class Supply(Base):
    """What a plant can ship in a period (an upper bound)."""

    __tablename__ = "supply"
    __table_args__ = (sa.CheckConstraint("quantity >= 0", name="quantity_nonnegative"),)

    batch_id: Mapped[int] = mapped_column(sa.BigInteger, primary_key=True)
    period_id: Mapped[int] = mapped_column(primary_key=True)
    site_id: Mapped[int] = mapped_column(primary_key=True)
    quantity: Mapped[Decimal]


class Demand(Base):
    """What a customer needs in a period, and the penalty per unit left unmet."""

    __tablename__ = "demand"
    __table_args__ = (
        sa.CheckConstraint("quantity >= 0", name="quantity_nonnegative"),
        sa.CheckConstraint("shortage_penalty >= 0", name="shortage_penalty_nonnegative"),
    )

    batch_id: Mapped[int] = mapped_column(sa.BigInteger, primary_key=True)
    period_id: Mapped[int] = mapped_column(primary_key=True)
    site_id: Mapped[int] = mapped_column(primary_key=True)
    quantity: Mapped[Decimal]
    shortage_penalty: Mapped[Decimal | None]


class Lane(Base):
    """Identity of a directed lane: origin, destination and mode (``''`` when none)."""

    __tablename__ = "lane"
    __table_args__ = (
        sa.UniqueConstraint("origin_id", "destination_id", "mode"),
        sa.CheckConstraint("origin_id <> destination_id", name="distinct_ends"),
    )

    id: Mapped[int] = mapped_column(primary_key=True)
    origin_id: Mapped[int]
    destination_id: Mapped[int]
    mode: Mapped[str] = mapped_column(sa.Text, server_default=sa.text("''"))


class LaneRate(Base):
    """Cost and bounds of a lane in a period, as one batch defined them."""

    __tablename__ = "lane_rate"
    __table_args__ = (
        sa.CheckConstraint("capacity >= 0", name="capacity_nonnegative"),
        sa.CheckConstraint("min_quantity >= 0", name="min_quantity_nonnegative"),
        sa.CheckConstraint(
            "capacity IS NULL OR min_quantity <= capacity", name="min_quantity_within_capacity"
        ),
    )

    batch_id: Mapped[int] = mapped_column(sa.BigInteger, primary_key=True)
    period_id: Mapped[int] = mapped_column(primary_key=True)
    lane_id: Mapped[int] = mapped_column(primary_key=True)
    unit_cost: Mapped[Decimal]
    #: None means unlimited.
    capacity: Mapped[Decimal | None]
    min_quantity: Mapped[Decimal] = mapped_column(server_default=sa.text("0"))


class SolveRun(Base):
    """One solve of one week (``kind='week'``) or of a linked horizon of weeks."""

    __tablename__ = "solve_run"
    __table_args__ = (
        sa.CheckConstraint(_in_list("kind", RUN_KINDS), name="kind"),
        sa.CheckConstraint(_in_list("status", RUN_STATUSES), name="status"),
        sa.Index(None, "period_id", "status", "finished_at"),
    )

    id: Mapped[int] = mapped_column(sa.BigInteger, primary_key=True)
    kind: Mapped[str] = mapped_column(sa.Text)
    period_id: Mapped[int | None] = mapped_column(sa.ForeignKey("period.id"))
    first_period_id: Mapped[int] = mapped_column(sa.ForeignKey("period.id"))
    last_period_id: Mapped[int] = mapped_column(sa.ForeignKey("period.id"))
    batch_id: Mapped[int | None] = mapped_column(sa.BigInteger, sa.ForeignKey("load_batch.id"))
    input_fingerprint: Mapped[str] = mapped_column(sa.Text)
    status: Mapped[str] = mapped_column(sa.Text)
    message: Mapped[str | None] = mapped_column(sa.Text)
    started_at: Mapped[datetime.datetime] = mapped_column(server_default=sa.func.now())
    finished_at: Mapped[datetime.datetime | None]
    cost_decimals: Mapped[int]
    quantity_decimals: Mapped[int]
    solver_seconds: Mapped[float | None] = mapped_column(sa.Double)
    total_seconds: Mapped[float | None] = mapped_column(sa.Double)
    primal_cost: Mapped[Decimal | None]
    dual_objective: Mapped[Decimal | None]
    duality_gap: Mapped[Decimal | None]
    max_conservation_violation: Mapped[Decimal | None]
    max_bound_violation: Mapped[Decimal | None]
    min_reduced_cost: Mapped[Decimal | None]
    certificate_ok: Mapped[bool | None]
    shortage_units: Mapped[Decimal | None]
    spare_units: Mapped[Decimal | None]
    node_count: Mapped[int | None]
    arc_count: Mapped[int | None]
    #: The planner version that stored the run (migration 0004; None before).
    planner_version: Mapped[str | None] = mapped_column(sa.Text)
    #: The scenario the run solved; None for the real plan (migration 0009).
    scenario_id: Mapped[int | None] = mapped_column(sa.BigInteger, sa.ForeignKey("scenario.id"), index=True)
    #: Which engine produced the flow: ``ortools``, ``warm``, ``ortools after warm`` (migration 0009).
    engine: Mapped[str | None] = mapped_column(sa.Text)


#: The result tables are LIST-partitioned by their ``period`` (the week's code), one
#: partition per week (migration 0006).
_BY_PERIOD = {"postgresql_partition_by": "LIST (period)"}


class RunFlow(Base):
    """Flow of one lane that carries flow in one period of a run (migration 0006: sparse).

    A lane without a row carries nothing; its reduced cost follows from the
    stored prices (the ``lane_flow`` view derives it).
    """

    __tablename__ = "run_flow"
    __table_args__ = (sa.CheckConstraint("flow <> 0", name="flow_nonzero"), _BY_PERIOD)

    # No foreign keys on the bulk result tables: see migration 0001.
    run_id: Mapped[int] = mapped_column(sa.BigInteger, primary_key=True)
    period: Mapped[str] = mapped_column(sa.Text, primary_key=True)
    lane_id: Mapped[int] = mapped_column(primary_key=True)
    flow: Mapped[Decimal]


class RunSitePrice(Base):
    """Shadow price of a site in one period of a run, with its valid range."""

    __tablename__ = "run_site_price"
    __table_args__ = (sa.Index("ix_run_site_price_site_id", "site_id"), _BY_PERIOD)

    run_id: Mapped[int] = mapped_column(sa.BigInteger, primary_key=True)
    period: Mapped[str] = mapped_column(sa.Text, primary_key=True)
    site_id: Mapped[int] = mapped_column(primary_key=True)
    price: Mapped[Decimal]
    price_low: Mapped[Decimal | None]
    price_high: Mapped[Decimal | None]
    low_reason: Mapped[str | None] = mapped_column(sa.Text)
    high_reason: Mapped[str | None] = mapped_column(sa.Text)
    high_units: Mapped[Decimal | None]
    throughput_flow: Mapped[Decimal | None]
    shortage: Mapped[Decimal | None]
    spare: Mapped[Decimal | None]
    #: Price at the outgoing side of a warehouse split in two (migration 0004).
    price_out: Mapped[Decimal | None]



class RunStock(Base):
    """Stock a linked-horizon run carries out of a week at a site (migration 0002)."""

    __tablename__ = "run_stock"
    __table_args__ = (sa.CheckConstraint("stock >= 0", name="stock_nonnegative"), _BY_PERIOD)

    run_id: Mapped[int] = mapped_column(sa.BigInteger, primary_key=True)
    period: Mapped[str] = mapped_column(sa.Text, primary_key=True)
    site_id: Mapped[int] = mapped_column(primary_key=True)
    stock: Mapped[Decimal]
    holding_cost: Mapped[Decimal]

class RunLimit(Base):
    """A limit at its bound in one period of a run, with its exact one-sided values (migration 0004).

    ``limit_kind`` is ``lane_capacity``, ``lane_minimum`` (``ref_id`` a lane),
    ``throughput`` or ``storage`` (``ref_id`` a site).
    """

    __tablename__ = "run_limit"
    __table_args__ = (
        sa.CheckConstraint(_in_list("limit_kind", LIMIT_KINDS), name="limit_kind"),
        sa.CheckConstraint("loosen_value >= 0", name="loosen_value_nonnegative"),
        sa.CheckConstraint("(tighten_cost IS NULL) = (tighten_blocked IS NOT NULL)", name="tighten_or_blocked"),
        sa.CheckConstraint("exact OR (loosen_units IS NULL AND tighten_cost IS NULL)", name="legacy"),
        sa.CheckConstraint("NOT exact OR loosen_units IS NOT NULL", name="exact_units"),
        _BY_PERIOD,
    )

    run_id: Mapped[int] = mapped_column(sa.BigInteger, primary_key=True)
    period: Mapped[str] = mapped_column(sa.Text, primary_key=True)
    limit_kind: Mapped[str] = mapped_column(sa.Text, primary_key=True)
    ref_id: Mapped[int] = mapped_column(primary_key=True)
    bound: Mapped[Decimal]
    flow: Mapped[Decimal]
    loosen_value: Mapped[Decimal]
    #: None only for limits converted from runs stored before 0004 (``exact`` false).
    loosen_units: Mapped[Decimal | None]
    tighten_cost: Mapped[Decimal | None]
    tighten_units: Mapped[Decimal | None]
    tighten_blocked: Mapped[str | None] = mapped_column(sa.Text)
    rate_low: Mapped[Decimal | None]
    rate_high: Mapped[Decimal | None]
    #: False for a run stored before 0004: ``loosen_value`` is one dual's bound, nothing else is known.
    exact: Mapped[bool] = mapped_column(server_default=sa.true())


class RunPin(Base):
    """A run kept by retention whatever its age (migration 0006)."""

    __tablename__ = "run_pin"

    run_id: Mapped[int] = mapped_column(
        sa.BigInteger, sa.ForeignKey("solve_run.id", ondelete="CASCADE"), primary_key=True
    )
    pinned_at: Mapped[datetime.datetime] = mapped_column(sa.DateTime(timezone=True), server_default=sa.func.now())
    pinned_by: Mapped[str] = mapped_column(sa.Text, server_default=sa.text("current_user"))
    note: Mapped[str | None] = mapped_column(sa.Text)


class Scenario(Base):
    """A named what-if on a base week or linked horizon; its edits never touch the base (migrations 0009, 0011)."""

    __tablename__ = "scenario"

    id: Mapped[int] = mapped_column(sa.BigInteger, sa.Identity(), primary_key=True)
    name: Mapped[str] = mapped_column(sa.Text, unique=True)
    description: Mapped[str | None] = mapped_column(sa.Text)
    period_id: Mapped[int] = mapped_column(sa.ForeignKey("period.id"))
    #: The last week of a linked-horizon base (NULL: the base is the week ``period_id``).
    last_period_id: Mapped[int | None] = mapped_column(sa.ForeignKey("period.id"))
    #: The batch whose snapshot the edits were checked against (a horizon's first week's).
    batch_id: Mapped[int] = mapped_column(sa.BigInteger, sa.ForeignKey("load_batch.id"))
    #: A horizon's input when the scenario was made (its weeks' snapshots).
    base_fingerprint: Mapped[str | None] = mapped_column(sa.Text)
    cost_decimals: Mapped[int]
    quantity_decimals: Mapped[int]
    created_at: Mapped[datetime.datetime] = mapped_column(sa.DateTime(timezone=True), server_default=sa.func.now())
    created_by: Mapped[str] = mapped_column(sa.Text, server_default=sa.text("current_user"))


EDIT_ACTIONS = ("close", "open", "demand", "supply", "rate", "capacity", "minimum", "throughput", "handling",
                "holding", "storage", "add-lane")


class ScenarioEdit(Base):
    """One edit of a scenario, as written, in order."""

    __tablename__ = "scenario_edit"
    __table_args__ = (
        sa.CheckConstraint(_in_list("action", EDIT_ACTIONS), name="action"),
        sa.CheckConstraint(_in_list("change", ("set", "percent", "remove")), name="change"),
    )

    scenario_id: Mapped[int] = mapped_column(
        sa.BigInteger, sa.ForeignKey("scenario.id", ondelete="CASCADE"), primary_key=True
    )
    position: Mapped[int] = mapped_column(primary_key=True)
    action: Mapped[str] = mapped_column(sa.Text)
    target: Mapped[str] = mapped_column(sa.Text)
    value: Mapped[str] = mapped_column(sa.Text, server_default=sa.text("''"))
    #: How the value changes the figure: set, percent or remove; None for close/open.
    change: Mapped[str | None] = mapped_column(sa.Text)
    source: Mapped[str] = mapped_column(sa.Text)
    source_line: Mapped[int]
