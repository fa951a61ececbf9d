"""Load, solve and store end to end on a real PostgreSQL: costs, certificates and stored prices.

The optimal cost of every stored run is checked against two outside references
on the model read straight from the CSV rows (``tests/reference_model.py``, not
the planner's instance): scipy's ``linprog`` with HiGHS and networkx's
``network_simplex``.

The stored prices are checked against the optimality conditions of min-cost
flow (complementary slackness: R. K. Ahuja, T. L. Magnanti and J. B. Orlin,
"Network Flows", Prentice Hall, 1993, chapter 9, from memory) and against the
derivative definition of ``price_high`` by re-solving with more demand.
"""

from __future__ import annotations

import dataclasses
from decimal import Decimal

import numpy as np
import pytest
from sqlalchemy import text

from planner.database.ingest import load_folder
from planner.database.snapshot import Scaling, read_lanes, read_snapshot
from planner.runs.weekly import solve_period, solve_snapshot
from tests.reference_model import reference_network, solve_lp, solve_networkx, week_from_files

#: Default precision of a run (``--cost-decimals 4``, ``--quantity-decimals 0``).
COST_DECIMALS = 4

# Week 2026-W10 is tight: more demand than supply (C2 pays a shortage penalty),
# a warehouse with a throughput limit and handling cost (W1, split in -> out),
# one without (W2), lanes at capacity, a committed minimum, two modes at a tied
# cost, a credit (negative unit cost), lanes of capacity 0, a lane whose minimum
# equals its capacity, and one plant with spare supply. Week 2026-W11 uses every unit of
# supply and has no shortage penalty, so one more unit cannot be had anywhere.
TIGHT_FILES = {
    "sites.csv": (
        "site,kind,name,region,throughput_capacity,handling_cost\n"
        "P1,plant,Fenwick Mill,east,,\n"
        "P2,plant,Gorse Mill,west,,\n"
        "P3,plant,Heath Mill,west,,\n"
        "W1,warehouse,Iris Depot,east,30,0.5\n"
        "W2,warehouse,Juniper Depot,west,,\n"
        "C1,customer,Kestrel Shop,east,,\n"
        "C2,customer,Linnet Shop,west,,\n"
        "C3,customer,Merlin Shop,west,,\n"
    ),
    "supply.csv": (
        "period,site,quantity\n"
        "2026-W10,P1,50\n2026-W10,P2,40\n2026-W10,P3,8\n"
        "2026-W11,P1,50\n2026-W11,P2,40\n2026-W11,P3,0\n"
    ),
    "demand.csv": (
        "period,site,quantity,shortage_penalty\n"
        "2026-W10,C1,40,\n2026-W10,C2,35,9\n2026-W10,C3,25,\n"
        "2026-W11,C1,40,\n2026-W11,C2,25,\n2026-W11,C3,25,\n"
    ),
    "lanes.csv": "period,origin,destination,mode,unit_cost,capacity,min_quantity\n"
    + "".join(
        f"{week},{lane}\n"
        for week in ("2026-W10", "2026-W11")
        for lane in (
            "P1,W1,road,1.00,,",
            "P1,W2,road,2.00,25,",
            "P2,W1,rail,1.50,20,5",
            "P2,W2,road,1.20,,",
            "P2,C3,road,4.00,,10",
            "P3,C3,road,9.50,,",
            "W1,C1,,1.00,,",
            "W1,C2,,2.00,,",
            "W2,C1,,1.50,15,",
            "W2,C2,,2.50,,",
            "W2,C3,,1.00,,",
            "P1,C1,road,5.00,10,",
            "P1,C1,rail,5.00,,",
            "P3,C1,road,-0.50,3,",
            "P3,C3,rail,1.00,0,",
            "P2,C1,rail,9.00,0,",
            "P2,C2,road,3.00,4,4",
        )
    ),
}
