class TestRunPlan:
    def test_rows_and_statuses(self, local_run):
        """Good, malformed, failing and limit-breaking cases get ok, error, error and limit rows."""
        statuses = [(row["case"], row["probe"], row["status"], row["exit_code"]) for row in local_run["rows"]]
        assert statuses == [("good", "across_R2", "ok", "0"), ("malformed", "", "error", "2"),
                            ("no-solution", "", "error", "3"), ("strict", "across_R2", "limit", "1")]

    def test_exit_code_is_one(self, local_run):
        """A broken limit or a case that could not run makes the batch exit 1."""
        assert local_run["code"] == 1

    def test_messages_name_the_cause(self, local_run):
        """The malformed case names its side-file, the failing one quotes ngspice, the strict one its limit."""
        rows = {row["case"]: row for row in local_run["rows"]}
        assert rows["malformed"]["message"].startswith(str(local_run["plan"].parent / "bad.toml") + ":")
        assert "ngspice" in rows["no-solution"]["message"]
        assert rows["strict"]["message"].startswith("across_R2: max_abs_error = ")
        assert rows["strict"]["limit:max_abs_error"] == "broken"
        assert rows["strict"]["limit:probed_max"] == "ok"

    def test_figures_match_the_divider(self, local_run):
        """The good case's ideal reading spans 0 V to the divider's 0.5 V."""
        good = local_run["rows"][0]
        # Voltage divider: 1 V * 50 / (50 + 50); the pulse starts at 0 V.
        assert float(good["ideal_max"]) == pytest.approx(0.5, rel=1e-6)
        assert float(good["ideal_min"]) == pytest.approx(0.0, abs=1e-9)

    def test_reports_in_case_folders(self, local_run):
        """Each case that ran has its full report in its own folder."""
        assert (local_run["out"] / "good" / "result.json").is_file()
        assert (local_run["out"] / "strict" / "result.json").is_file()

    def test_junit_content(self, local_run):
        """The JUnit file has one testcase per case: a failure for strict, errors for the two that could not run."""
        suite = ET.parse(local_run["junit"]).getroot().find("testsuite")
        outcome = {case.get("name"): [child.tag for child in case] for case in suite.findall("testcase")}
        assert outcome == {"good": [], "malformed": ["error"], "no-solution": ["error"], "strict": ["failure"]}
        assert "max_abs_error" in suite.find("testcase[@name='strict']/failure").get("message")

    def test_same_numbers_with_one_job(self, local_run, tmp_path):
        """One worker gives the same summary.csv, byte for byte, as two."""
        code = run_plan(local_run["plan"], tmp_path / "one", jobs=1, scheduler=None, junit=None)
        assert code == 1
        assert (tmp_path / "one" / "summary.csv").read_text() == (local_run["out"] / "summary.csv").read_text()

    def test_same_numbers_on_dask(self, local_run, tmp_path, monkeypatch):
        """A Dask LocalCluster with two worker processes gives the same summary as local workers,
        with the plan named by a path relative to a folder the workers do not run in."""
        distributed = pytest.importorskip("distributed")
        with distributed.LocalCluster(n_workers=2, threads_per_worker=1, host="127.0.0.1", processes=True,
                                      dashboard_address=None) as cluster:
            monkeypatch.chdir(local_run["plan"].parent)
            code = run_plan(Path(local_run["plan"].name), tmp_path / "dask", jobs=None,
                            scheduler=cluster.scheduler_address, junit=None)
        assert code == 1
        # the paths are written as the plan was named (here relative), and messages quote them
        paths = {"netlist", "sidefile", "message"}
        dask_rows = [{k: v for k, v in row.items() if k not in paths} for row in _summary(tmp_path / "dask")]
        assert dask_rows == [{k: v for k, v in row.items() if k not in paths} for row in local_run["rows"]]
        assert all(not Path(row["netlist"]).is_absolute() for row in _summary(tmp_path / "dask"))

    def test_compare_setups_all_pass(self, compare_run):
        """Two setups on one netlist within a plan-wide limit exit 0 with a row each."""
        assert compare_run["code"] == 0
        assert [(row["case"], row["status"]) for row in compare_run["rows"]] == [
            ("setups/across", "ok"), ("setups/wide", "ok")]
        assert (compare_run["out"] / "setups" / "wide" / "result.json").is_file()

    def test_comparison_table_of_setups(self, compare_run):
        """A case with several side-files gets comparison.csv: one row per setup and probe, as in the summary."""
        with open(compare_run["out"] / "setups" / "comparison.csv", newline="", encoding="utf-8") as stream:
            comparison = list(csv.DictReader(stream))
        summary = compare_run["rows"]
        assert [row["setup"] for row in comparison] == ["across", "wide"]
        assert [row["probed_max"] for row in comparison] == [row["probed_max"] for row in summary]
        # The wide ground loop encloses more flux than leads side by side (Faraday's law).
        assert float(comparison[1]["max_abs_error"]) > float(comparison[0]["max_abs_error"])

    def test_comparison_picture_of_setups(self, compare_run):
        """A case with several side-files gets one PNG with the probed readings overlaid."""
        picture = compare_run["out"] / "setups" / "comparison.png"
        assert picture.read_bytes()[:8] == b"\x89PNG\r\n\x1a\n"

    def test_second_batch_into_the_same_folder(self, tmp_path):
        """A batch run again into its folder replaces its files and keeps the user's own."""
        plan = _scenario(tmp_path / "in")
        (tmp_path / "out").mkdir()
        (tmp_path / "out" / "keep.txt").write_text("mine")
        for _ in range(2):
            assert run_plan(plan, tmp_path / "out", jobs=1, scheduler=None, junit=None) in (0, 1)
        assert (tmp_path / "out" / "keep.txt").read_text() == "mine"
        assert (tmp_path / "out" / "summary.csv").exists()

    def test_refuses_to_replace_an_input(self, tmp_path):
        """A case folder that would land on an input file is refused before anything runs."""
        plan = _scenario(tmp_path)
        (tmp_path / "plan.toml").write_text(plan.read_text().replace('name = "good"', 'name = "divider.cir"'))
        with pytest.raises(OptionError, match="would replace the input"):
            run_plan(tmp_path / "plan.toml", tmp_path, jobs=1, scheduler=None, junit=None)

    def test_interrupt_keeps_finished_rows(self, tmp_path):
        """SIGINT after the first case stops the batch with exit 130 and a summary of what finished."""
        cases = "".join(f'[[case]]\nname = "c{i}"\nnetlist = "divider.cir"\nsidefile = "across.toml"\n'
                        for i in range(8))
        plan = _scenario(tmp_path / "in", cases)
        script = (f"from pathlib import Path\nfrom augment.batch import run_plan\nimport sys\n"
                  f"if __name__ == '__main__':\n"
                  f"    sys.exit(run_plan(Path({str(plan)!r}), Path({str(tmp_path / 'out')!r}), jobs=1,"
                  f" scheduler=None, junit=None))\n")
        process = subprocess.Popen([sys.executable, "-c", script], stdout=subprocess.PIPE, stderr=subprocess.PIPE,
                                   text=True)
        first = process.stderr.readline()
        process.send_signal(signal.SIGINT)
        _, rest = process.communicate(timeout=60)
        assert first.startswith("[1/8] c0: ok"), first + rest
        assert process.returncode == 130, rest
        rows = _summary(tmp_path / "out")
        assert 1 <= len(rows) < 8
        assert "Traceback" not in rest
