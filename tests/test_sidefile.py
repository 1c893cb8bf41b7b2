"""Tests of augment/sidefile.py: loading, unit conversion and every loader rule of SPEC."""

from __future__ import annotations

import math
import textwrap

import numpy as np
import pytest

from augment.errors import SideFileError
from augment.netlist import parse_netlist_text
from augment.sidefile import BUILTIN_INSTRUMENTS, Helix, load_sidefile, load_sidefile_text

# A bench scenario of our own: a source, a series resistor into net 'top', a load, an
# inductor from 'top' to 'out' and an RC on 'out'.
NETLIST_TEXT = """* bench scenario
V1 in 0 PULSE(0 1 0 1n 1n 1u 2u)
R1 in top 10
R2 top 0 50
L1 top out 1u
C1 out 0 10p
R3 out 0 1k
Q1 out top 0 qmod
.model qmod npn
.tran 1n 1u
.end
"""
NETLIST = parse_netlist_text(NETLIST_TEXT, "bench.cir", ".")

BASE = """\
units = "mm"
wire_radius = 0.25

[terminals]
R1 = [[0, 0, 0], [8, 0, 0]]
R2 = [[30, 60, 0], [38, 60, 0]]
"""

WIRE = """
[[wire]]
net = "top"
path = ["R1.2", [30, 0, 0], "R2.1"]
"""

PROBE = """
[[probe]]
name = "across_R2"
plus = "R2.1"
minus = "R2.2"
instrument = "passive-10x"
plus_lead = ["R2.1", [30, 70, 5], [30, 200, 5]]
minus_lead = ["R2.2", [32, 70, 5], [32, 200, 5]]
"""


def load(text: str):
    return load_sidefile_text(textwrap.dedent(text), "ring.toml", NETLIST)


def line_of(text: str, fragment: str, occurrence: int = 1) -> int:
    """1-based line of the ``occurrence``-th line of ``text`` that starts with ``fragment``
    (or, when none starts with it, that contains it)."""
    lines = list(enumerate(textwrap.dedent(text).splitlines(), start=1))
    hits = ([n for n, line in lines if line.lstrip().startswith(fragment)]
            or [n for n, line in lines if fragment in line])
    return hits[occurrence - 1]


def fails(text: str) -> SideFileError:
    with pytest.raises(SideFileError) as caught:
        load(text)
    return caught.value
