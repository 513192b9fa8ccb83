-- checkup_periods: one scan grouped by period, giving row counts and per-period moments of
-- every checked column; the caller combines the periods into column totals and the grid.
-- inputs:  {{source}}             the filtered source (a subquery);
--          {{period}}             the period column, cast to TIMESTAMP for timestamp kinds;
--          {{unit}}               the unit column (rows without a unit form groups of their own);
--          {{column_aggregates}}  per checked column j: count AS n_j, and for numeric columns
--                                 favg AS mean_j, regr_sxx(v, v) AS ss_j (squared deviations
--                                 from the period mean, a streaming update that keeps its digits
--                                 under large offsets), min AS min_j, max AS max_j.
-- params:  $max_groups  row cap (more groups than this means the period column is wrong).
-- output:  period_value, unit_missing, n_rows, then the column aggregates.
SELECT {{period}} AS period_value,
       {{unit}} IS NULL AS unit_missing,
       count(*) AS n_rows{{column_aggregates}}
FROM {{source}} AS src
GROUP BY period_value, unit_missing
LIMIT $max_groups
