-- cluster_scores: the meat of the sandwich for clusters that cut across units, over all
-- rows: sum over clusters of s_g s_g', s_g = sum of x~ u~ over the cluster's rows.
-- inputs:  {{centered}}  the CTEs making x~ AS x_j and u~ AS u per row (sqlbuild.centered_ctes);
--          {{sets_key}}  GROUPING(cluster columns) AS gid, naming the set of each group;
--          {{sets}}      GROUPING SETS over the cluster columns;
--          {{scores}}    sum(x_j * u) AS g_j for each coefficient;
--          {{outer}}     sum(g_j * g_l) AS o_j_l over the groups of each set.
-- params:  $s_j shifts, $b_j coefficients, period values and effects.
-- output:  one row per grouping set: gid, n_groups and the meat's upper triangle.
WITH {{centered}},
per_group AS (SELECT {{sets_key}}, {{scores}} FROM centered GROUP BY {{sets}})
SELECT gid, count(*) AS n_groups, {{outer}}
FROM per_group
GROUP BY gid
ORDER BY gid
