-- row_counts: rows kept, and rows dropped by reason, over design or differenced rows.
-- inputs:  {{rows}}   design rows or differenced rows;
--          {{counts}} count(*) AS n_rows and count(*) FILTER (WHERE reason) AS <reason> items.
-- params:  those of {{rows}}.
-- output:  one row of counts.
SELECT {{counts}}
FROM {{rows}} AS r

What to work on:
Wherever the string "LocalCluster" appears in the listing above, show the whole line.

Completed task:
        """A Dask LocalCluster with two worker processes gives the same summary as local workers,
        with distributed.LocalCluster(n_workers=2, threads_per_worker=1, host="127.0.0.1", processes=True,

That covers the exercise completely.